## TASK DETAILS
Please return every line of the records that contains the word "signatureHeader".

★ ★ ★

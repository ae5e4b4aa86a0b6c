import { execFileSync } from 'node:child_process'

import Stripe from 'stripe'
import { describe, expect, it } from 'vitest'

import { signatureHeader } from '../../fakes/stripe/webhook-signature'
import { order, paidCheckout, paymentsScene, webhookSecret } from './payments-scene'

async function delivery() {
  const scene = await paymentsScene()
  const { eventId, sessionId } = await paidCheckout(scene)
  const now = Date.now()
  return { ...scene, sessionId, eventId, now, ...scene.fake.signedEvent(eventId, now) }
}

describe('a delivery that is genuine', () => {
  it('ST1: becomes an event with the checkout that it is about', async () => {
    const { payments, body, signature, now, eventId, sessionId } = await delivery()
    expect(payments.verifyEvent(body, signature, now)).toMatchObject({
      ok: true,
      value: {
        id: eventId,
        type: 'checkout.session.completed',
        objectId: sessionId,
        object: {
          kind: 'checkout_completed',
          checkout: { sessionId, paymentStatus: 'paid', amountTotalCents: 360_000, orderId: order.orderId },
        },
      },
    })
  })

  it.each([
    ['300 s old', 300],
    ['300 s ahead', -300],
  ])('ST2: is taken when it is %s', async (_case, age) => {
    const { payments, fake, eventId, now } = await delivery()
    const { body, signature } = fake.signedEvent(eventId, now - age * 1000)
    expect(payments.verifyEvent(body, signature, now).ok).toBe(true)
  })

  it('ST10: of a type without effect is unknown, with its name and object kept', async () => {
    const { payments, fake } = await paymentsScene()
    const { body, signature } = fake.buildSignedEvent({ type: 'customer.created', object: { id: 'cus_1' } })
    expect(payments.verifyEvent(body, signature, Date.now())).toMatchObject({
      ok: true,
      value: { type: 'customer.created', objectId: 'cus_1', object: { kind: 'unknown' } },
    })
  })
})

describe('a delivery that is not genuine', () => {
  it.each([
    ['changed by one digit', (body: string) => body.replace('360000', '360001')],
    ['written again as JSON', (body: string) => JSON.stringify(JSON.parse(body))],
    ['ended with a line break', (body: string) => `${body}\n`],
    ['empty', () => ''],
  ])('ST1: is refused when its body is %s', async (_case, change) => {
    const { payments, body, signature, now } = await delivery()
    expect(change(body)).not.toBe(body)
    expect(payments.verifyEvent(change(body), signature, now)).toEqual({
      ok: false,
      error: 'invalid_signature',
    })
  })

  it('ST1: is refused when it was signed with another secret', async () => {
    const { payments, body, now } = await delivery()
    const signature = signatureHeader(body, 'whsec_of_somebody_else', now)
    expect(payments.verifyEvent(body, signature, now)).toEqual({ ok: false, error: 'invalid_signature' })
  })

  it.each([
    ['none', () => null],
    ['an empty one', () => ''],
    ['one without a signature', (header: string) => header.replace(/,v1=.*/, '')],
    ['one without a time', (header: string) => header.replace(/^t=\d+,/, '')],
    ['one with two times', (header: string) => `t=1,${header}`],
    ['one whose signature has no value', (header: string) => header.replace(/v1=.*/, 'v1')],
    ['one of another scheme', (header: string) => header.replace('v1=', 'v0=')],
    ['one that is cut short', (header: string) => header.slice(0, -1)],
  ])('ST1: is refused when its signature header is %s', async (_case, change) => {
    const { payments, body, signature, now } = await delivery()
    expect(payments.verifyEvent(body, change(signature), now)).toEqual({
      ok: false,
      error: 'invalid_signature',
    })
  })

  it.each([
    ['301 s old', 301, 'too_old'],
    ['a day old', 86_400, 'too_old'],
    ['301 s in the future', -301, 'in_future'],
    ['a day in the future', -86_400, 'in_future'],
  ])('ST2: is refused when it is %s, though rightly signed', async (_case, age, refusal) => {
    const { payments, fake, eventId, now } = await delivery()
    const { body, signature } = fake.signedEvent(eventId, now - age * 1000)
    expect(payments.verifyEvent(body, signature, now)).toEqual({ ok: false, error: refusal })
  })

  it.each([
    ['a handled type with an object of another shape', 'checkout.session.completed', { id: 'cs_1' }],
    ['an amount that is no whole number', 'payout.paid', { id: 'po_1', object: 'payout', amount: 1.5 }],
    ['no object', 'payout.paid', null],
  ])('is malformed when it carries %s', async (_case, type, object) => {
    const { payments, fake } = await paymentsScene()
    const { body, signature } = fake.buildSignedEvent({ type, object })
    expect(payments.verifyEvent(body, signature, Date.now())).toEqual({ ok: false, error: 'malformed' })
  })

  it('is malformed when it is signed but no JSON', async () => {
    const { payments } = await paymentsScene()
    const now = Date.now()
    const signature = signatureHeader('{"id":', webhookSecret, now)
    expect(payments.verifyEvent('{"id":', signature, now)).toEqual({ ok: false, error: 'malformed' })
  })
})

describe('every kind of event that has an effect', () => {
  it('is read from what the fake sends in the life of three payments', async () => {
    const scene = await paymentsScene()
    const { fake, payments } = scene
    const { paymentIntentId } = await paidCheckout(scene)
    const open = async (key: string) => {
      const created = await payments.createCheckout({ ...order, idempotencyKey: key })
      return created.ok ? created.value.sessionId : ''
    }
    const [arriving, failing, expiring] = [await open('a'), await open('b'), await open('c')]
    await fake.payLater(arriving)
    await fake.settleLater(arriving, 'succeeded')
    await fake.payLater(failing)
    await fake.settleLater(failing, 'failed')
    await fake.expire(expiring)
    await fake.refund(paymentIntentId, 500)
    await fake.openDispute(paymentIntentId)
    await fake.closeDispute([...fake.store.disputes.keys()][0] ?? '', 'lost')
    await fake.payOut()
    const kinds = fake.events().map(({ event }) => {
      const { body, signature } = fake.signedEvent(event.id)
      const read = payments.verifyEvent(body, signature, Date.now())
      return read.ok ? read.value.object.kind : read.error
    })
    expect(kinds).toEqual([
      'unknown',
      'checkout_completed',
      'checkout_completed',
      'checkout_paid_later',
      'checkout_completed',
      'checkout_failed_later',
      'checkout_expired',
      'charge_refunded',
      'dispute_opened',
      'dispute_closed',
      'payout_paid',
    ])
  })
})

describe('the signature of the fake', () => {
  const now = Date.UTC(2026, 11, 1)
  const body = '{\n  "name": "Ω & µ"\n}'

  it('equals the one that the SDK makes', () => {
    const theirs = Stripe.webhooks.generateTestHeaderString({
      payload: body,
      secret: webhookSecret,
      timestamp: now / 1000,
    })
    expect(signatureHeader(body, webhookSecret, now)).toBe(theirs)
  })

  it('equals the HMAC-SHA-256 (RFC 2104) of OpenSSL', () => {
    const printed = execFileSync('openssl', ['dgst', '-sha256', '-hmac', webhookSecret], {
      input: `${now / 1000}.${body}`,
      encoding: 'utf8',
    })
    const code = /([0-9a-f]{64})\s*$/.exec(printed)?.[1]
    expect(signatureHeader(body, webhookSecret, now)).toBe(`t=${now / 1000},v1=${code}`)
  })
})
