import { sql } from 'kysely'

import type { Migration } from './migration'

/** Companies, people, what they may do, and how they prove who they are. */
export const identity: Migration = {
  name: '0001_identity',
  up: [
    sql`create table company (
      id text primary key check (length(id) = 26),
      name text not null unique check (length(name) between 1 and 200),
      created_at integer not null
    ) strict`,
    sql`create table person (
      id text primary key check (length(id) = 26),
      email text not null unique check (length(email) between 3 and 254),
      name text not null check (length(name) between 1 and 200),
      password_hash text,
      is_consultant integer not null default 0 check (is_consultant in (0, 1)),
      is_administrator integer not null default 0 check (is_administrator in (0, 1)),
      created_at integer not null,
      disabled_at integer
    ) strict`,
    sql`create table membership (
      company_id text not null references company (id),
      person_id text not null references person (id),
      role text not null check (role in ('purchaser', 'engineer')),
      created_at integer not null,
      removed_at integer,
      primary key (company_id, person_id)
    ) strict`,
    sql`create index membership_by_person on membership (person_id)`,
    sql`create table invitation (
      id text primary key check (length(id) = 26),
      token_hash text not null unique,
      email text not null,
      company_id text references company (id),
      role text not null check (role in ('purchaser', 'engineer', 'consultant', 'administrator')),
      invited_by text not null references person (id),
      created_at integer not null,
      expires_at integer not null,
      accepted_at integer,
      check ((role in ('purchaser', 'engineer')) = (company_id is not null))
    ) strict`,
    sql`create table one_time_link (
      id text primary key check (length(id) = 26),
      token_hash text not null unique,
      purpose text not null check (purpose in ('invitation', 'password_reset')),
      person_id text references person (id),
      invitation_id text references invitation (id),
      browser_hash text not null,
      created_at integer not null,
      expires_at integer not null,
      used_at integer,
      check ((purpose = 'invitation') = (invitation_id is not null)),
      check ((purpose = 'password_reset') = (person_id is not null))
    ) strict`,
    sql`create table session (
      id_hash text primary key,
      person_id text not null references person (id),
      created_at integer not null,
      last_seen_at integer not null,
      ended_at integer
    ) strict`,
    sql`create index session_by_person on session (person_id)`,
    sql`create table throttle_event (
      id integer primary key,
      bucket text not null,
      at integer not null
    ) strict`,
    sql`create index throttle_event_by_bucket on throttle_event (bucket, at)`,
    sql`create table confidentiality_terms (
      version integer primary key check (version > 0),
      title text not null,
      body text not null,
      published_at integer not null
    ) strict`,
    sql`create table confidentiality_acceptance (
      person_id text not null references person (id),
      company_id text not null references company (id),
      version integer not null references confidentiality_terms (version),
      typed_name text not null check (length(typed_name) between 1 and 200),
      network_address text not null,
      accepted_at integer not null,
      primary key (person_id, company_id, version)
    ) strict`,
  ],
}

★ ★ ★

## RESPONSE BOX
import { signatureHeader } from '../../fakes/stripe/webhook-signature'
    const signature = signatureHeader(body, 'whsec_of_somebody_else', now)
    const signature = signatureHeader('{"id":', webhookSecret, now)
    expect(signatureHeader(body, webhookSecret, now)).toBe(theirs)
    expect(signatureHeader(body, webhookSecret, now)).toBe(`t=${now / 1000},v1=${code}`)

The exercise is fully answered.